I'm trying to parse a specific html document, some sort of a dictionary, with about 10000 words and description. It went well until I've noticed that entries in specific format doesn't get parsed well.
Here is an example:
<?php
$html = '
<p>
<b>
<span>zot; zotz </span>
</b>
<span>Nista; nula. Isto
<b>zilch; zip.</b>
</span>
</p>
';
$xml = simplexml_load_string($html);
var_dump($xml);
?>
Result of var_dump() is:
object(SimpleXMLElement)#1 (2) {
["b"]=>
object(SimpleXMLElement)#2 (1) {
["span"]=>
string(10) "zot; zotz "
}
["span"]=>
string(39) "Nista; nula.
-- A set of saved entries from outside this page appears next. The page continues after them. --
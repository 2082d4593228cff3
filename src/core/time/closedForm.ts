/**
 * Closed form of a zero-state response y[n] = Z^-1{H(z)X(z)} for impulse, step and cosine inputs:
 *   y[n] = Σ c·n^k·p^n  (n ≥ 0)  +  direct[n],
 * from the partial fractions of H(z)X(z). An input pole that lands on a pole of H (a step into a pole at
 * z = 1, a cosine at a pole's frequency on the unit circle) becomes a repeated pole, hence the n^k terms.
 * From the stored roots here; from b/a (the root finder first) in fromCoefficients.ts.
 */
import type { Complex, Root, Zpk } from '../types.ts';
import { partialFractionsZpk, type PartialFractions, type RationalFactor } from './partialFractions.ts';

export { describeTerm, formatClosedForm } from './closedFormText.ts';

/** One mode of the response: coefficient·n^power·pole^n for n ≥ 0. */
export interface Term {
  coefficient: Complex;
  pole: Complex;
  /** Power of n (0 for a plain geometric mode). */
  power: number;
}

/** Zero-state response as modes plus a finite-length part; conjugate modes are listed separately. */
export interface ClosedForm {
  terms: Term[];
  /** Finite-length part: direct[n] is added at n = 0, 1, 2, … */
  direct: number[];
  /** Whether the pole search converged. */
  converged: boolean;
}

/** A test input: unit impulse, unit step, or cos(omega·n + phase)·u[n] (radians per sample, radians). */
export type TimeInput =
  { kind: 'impulse' } | { kind: 'step' } | { kind: 'sine'; omega: number; phase?: number };

/**
 * Closed form of the zero-state response for H given by zeros, poles and gain (b/a aligned as zpkToTf). The
 * stored poles are used directly, so this stays accurate at high order where coefficients lose the poles.
 */
export function closedFormResponseZpk(zpk: Zpk, input: TimeInput): ClosedForm {
  return toClosedForm(partialFractionsZpk(zpk, inputTransform(input)));
}

/** X(z) = B(z^-1)/A(z^-1) of an input with its poles listed (conjugates included). */
export function inputTransform(input: TimeInput): RationalFactor & { poles: Root[] } {
  if (input.kind === 'impulse') return { b: [1], a: [1], poles: [] };
  if (input.kind === 'step') return { b: [1], a: [1, -1], poles: [{ re: 1, im: 0, multiplicity: 1 }] };
  // Fold omega into [0, pi]: cos((2π − ω)n − φ) = cos(ωn + φ).
  let omega = input.omega % (2 * Math.PI);
  let phase = input.phase ?? 0;
  if (omega < 0) omega += 2 * Math.PI;
  if (omega > Math.PI) {
    omega = 2 * Math.PI - omega;
    phase = -phase;
  }
  const c = Math.cos(phase);
  // At ω = 0 and ω = π the cosine is c·(±1)^n: one real pole, not a double one.
  if (omega === 0) return { b: [c], a: [1, -1], poles: [{ re: 1, im: 0, multiplicity: 1 }] };
  if (omega === Math.PI) return { b: [c], a: [1, 1], poles: [{ re: -1, im: 0, multiplicity: 1 }] };
  // Z{cos(ωn + φ)u[n]} = (cos φ − cos(ω − φ) z^-1) / (1 − 2 cos ω z^-1 + z^-2)
  const re = Math.cos(omega);
  const im = Math.sin(omega);
  return {
    b: [c, -Math.cos(omega - phase)],
    a: [1, -2 * re, 1],
    poles: [
      { re, im, multiplicity: 1 },
      { re, im: -im, multiplicity: 1 },
    ],
  };
}

/**
 * Modes from partial fractions: the inverse z-transform of 1/(1 − p z^-1)^k is C(n+k−1, k−1)·p^n, a polynomial
 * in n of degree k−1 whose coefficients are spread over the powers of n.
 */
export function toClosedForm(pf: PartialFractions): ClosedForm {
  const terms: Term[] = [];
  let i = 0;
  while (i < pf.poles.length) {
    const pole = pf.poles[i]!;
    let m = 1;
    while (i + m < pf.poles.length && pf.powers[i + m] === m + 1) m++;
    const cr = new Float64Array(m);
    const ci = new Float64Array(m);
    for (let k = 1; k <= m; k++) {
      const r = pf.residues[i + k - 1]!;
      const poly = binomialInN(k);
      for (let j = 0; j < k; j++) {
        cr[j]! += r.re * poly[j]!;
        ci[j]! += r.im * poly[j]!;
      }
    }
    for (let j = 0; j < m; j++)
      terms.push({ coefficient: { re: cr[j]!, im: ci[j]! }, pole: { ...pole }, power: j });
    i += m;
  }
  return { terms, direct: [...pf.direct], converged: pf.converged };
}

/** Coefficients (ascending powers of n) of C(n+k−1, k−1) = (n+1)(n+2)…(n+k−1)/(k−1)!. */
export function binomialInN(k: number): Float64Array {
  let poly = new Float64Array([1]);
  for (let i = 1; i < k; i++) {
    const next = new Float64Array(poly.length + 1);
    for (let j = 0; j < poly.length; j++) {
      next[j]! += poly[j]!;
      next[j + 1]! += poly[j]! / i;
    }
    poly = next;
  }
  return poly;
}

/** Real part of the closed form at n = 0..count−1. */
export function evaluateClosedForm(cf: ClosedForm, count: number): Float64Array {
  const y = new Float64Array(count);
  for (const t of cf.terms) {
    const r = Math.hypot(t.pole.re, t.pole.im);
    const theta = Math.atan2(t.pole.im, t.pole.re);
    const { re: cr, im: ci } = t.coefficient;
    // Polar form r^n·e^{jθn}: no error growth with n, unlike repeated multiplication.
    for (let n = 0; n < count; n++) {
      const mag = Math.pow(r, n) * (t.power === 0 ? 1 : Math.pow(n, t.power));
      const ang = theta * n;
      y[n]! += mag * (cr * Math.cos(ang) - ci * Math.sin(ang));
    }
  }
  for (let n = 0; n < Math.min(count, cf.direct.length); n++) y[n]! += cf.direct[n]!;
  return y;
}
Isto
"
}
As you can see - Simplexml kept text node inside tag but left out a child node and text inside.
I've also tried:
$doc = new DOMDocument();
$doc->loadHTML($html);
$xml = simplexml_import_dom($doc);
with the same result.
As it looked to me that this is a common problem in parsing html I tried googling it out but only place that acknowledges this problem is this blog: https://hakre.wordpress.com/2013/07/09/simplexml-and-json-encode-in-php-part-i/ but does not offer any solution.
There is just too generalized posts and answers about parsing HTML in SO.
Is there a simple way of dealing with this? Or, should I change my strategy?